WHAT THE EXERCISE ASKS: Where the records below show a line containing "for folder in", start copying; end with the line containing "e in current)", and copy it too.

━━━ DATASET CONTENT

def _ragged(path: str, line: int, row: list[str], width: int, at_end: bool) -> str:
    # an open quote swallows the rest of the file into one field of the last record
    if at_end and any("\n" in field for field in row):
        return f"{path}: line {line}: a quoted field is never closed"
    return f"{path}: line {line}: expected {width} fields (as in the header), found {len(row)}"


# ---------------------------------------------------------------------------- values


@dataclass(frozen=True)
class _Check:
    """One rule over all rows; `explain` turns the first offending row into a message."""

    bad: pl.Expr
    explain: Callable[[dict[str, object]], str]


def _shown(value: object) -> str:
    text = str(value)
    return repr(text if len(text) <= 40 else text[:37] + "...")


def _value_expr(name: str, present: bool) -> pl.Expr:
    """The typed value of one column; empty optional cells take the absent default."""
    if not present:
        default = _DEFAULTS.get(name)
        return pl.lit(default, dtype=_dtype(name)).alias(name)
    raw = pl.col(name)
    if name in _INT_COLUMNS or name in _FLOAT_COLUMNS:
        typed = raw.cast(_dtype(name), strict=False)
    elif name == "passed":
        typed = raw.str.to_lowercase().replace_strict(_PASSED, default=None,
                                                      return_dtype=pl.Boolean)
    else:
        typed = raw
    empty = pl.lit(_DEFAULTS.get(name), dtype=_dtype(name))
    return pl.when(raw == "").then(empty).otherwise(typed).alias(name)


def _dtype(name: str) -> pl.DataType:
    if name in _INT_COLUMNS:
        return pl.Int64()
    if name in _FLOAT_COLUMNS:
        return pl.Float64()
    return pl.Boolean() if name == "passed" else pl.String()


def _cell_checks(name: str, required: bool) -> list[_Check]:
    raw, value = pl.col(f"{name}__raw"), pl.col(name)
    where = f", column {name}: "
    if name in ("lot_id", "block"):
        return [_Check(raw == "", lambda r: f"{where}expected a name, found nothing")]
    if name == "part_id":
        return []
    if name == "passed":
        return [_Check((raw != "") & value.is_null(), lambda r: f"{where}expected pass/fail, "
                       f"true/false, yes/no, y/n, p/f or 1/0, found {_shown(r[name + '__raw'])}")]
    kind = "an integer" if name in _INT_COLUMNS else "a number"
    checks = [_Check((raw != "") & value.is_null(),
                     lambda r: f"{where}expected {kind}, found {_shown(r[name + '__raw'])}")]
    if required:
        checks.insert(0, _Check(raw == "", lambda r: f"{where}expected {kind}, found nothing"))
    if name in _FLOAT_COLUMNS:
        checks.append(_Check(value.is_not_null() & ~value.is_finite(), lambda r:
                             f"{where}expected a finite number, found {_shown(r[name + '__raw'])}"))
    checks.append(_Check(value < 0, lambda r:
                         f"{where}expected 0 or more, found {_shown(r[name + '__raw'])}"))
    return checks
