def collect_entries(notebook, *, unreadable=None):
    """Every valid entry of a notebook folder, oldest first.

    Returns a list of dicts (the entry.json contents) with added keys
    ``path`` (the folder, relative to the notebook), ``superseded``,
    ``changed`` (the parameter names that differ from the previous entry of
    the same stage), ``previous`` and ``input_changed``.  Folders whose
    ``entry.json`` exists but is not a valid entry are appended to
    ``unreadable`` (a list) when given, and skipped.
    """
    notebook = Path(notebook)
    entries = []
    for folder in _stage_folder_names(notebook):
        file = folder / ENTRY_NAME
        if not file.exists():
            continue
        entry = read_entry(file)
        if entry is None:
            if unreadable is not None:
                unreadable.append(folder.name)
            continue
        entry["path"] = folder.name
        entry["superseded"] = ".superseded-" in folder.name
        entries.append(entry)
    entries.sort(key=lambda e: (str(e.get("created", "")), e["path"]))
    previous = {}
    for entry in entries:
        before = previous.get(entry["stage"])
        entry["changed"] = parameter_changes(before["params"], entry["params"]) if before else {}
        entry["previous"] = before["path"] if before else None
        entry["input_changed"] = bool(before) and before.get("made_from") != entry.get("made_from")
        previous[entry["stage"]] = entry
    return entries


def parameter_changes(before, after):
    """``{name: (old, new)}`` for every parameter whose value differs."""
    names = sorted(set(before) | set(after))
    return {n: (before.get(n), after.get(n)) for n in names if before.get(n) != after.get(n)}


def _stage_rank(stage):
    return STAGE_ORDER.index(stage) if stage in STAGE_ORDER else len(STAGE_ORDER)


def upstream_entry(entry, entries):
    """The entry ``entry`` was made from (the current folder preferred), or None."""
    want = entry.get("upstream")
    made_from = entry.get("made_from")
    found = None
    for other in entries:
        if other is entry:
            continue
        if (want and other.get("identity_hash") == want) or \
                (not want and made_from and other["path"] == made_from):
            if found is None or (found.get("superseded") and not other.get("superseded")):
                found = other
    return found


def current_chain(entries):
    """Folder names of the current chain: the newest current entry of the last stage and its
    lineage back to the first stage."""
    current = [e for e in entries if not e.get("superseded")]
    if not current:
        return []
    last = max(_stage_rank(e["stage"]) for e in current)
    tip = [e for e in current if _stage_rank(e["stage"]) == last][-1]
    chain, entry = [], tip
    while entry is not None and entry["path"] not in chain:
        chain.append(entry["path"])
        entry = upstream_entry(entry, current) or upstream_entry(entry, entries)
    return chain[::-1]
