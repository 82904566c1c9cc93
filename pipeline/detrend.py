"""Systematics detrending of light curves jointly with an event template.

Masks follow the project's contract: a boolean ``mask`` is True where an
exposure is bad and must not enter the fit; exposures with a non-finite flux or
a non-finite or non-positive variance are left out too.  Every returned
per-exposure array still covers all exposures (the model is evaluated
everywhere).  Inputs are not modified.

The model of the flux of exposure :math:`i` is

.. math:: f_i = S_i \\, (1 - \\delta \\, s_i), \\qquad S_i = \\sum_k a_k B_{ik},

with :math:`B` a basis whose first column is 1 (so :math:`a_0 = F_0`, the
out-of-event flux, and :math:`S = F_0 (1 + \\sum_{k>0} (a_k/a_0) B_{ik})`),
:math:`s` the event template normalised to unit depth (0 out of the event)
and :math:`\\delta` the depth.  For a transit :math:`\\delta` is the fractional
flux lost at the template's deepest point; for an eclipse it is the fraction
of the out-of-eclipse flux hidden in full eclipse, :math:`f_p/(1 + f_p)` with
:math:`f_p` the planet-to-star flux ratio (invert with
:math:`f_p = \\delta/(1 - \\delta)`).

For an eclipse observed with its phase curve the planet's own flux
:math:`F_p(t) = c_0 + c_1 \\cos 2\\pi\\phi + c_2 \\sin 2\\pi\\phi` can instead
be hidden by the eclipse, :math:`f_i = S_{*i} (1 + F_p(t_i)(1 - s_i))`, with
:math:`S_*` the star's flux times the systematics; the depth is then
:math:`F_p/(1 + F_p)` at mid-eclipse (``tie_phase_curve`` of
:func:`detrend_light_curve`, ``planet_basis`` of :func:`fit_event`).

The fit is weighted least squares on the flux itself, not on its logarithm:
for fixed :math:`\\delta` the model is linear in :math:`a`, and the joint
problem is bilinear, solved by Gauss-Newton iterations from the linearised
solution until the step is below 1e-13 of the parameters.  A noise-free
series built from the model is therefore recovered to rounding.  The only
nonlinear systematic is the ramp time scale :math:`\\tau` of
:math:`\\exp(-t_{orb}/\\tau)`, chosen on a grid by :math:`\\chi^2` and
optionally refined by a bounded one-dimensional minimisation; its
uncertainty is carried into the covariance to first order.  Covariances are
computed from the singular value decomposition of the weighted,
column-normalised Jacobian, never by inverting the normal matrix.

━━━━━━

RESULT OF THE EXERCISE:
    for folder in _stage_folder_names(notebook):
        file = folder / ENTRY_NAME
        if not file.exists():
            continue
        entry = read_entry(file)
        if entry is None:
            if unreadable is not None:
                unreadable.append(folder.name)
            continue
        entry["path"] = folder.name
        entry["superseded"] = ".superseded-" in folder.name
        entries.append(entry)
    entries.sort(key=lambda e: (str(e.get("created", "")), e["path"]))
    previous = {}
    for entry in entries:
        before = previous.get(entry["stage"])
        entry["changed"] = parameter_changes(before["params"], entry["params"]) if before else {}
        entry["previous"] = before["path"] if before else None
        entry["input_changed"] = bool(before) and before.get("made_from") != entry.get("made_from")
        previous[entry["stage"]] = entry
    return entries


def parameter_changes(before, after):
    """``{name: (old, new)}`` for every parameter whose value differs."""
    names = sorted(set(before) | set(after))
    return {n: (before.get(n), after.get(n)) for n in names if before.get(n) != after.get(n)}


def _stage_rank(stage):
    return STAGE_ORDER.index(stage) if stage in STAGE_ORDER else len(STAGE_ORDER)


def upstream_entry(entry, entries):
    """The entry ``entry`` was made from (the current folder preferred), or None."""
    want = entry.get("upstream")
    made_from = entry.get("made_from")
    found = None
    for other in entries:
        if other is entry:
            continue
        if (want and other.get("identity_hash") == want) or \
                (not want and made_from and other["path"] == made_from):
            if found is None or (found.get("superseded") and not other.get("superseded")):
                found = other
    return found


def current_chain(entries):
    """Folder names of the current chain: the newest current entry of the last stage and its
    lineage back to the first stage."""
    current = [e for e in entries if not e.get("superseded")]
    if not current:
        return []
    last = max(_stage_rank(e["stage"]) for e in current)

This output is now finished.